Abstract
In structural magnetic resonance (MR) imaging, motion artefacts, low resolution, imaging noise and variability in acquisition protocols frequently degrade image quality and confound downstream analyses. Here we report a foundation model for the motion correction, resolution enhancement, denoising and harmonization of MR images. Specifically, we trained a tissue-classification neural network to predict tissue labels, which are then leveraged by a 'tissue-aware' enhancement network to generate high-quality MR images. We validated the model's effectiveness on a large and diverse dataset comprising 2,448 deliberately corrupted images and 10,963 images spanning a wide age range (from foetuses to elderly individuals) acquired using a variety of clinical scanners across 19 public datasets. The model consistently outperformed state-of-the-art algorithms in improving the quality of MR images, handling pathological brains with multiple sclerosis or gliomas, generating 7-T-like images from 3 T scans and harmonizing images acquired from different scanners. The high-quality, high-resolution and harmonized images generated by the model can be used to enhance the performance of models for tissue segmentation, registration, diagnosis and other downstream tasks.
Overview
- The study aims to develop a foundation model for motion correction, resolution enhancement, denoising, and harmonization of magnetic resonance (MR) images.
- The model uses a tissue-classification neural network to predict tissue labels, which are then used by a 'tissue-aware' enhancement network to generate high-quality MR images.
- The study validates the model's effectiveness on a large and diverse dataset consisting of 2,448 deliberately corrupted images and 10,963 images spanning a wide age range and acquired using various clinical scanners.

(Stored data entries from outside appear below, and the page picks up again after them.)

import { useState } from 'react'
import type { Booking } from '../../../shared/bookings/calendar-schemas.ts'
import { useToast } from '../../ui/toast.tsx'
import type { BookingValues } from './booking-fields.tsx'
import {
  type ChangeInput,
  useCancelBooking,
  useChangeBooking,
  useRestoreBooking,
} from './calendar-queries.ts'
import type { OnPurpose } from './clash-answer.tsx'
import { daysBackTo } from './days-back.ts'
import { useUndoing } from './use-undoing.ts'

type Draft = BookingValues & { days: string[] }
export type BookingChange = Omit<ChangeInput, 'id' | 'version'>

const draftOf = (booking: Booking): Draft => ({
  crewId: booking.crew.id,
  state: booking.state,
  startAt: booking.ownStartAt ?? '',
  gear: booking.gear,
  days: booking.allDays,
})

export type BookingEditProps = { booking: Booking; onClosed: () => void }

/** What the person is typing, what it began from, and what becomes of it. */
export function useBookingEdit({ booking, onClosed }: BookingEditProps) {
  const toast = useToast()
  const undoing = useUndoing()
  const change = useChangeBooking()
  const cancel = useCancelBooking()
  const restore = useRestoreBooking()
  // What the person began from: a change by somebody else meanwhile must not be written over.
  const [base, setBase] = useState(booking)
  const [draft, setDraft] = useState(draftOf(booking))
  const start = (from: Booking) => {
    setBase(from)
    setDraft(draftOf(from))
    change.reset()
  }
  const send = (input: BookingChange) => {
    if (change.isPending) return
    change.mutate(
      { id: base.id, version: base.version, ...input },
      {
        onSuccess: (after) => {
          const back = { id: after.id, version: after.version, ...inputBackTo(base) }
          toast('Booking changed.', { undo: undoing(() => change.mutateAsync(back)) })
          onClosed()
        },
      },
    )
  }
  const drop = () =>
    cancel.mutate(
      { id: base.id, version: base.version },
      {
        onSuccess: (after) => {
          const back = { id: after.id, version: after.version }
          toast('Booking cancelled.', { undo: undoing(() => restore.mutateAsync(back)) })
          onClosed()
        },
      },
    )
  const bringBack = (said: OnPurpose = {}) =>
    restore.mutate(
      { id: booking.id, version: booking.version, ...said },
      {
        onSuccess: (after) => {
          toast('Booking restored.')
          start(after)
        },
      },
    )
  return { base, draft, setDraft, start, send, drop, bringBack, change, cancel, restore }
}

export const inputOf = (draft: Draft) => ({
  crewId: draft.crewId,
  days: draft.days,
  state: draft.state,
  startAt: draft.startAt === '' ? null : draft.startAt,
  gear: draft.gear,
})

const inputBackTo = (before: Booking): BookingChange => ({
  ...inputOf(draftOf(before)),
  ...daysBackTo(before),
})
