import { ChevronLeft, ChevronRight, Maximize, Minimize, Redo2, Undo2 } from 'lucide-react'
import { Button } from '../../ui/button.tsx'
import { Select } from '../../ui/inputs.tsx'
import { Segmented } from '../../ui/segmented.tsx'
import { useBookingMoves } from './booking-moves-context.ts'
import {
  type CalendarView,
  stepOf,
  titleOf,
  type useCalendarAddress,
  weekCounts,
} from './calendar-address.ts'

const views: readonly { value: CalendarView; label: string }[] = [
  { value: 'month', label: 'Month' },
  { value: 'week', label: 'Week' },
  { value: 'crews', label: 'Crew weeks' },
]

type Address = ReturnType<typeof useCalendarAddress>

const squareClass = 'w-11 px-0!'

function UndoButtons() {
  const { undo, redo, undoWords, redoWords, isPending } = useBookingMoves()
  return (
    <>
      <Button
        kind="plain"
        className={squareClass}
        aria-label={undoWords ? `Undo: ${undoWords}` : 'Undo'}
        title={undoWords ? `Undo: ${undoWords}` : 'Nothing to undo'}
        disabled={!undoWords || isPending}
        onClick={() => undo()}
      >
        <Undo2 size={20} aria-hidden />
      </Button>
      <Button
        kind="plain"
        className={squareClass}
        aria-label={redoWords ? `Redo: ${redoWords}` : 'Redo'}
        title={redoWords ? `Redo: ${redoWords}` : 'Nothing to redo'}
        disabled={!redoWords || isPending}
        onClick={() => redo()}
      >
        <Redo2 size={20} aria-hidden />
      </Button>
    </>
  )
}

function WeekCount({ address }: { address: Address }) {
  return (
    <label className="inline-flex items-center gap-2">
      <span className="sr-only">Weeks shown</span>
      <Select
        value={String(address.weeks)}
        onChange={(e) => address.go({ weeks: Number(e.target.value) })}
      >
        {weekCounts.map((count) => (
          <option key={count} value={count}>
            {count} weeks
          </option>
        ))}
      </Select>
    </label>
  )
}

type Props = {
  address: Address
  mayEdit: boolean
  isNarrow: boolean
  onWall: (on: boolean) => void
}

/** What is shown, from when, and what can be taken back. */
export function CalendarToolbar({ address, mayEdit, isNarrow, onWall }: Props) {
  const { view, on, weeks, isWall, today, go } = address
  const step = (direction: -1 | 1) => go({ on: stepOf(view, on, direction) })
  const unit = view === 'month' ? 'month' : 'week'
  return (
    <div className="mb-3 flex flex-wrap items-center gap-2">
      <Button
        kind="plain"
        className={squareClass}
        aria-label={`The ${unit} before`}
        onClick={() => step(-1)}
      >
        <ChevronLeft size={20} aria-hidden />
      </Button>
      <Button kind="plain" onClick={() => go({ on: today })}>
        Today
      </Button>
      <Button
        kind="plain"
        className={squareClass}
        aria-label={`The ${unit} after`}
        onClick={() => step(1)}
      >
        <ChevronRight size={20} aria-hidden />
      </Button>
      {isWall ? null : (
        <Segmented
          label="Show"
          options={views}
          value={view}
          onChange={(next) => go({ view: next })}
        />
      )}
      {view === 'crews' ? <WeekCount address={address} /> : null}
      {mayEdit ? <UndoButtons /> : null}
      {view === 'crews' && !isNarrow ? (
        <Button kind="plain" onClick={() => onWall(!isWall)}>
          {isWall ? <Minimize size={20} aria-hidden /> : <Maximize size={20} aria-hidden />}
          {isWall ? 'Leave full screen' : 'Full screen'}
        </Button>
      ) : null}
      <h2 aria-live="polite" className="w-full text-xl font-extrabold sm:ml-2 sm:w-auto">
        {titleOf(view, on, weeks)}
      </h2>
    </div>
  )
}
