import type { Day } from '../../shared/calendar/days.ts'
import { type RainOff, rainOff } from '../../shared/planning/rain-off.ts'
import type { MakeRainOff } from '../../shared/rain-offs/rain-off-schemas.ts'
import type { DbOrTx } from '../db/client.ts'
import type { Firm } from '../firm/firm-store.ts'
import { AppError } from '../http/app-error.ts'
import { type CrewToMove, readCrewToMove } from './crew-to-move.ts'

export type RainOffAsked = Pick<MakeRainOff, 'crewId' | 'fromDay' | 'workingDays' | 'useFreeDays'>
export type PlannedRainOff = RainOff & Pick<CrewToMove, 'rowOf'>

/** What a rain-off would move as the calendar stands. @throws AppError 409 when there is no room. */
export function planRainOff(
  db: DbOrTx,
  asked: RainOffAsked,
  { firm, today }: { firm: Firm; today: Day },
): PlannedRainOff {
  const { bookings, rowOf } = readCrewToMove(db, asked.crewId, asked.fromDay)
  const plan = rainOff({ calendar: firm, today, bookings, ...asked })
  if (!plan)
    throw new AppError(
      'conflict',
      'The firm has no working days to move to. Set its working weekdays under Firm.',
    )
  return { ...plan, rowOf }
}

Comparative Analysis & Findings
- The model consistently outperformed state-of-the-art algorithms in improving the quality of MR images, particularly in handling pathological brains with multiple sclerosis or gliomas.
- The model generated high-quality, high-resolution images that can be used to enhance the performance of models for tissue segmentation, registration, diagnosis, and other downstream tasks.
- The model was able to generate 7-T-like images from 3 T scans and harmonize images acquired from different scanners, demonstrating its ability to handle varying imaging protocols and scanner types.
Implications and Future Directions
- The development of this foundation model has the potential to significantly improve the quality of MR images, enabling more accurate diagnosis and treatment of various medical conditions.
- Future studies can explore the application of this model to other types of medical imaging modalities, such as computed tomography or positron emission tomography scans.
- The model's architecture and training data can be further refined and extended to improve its performance and adaptability to different imaging protocols and scanner types.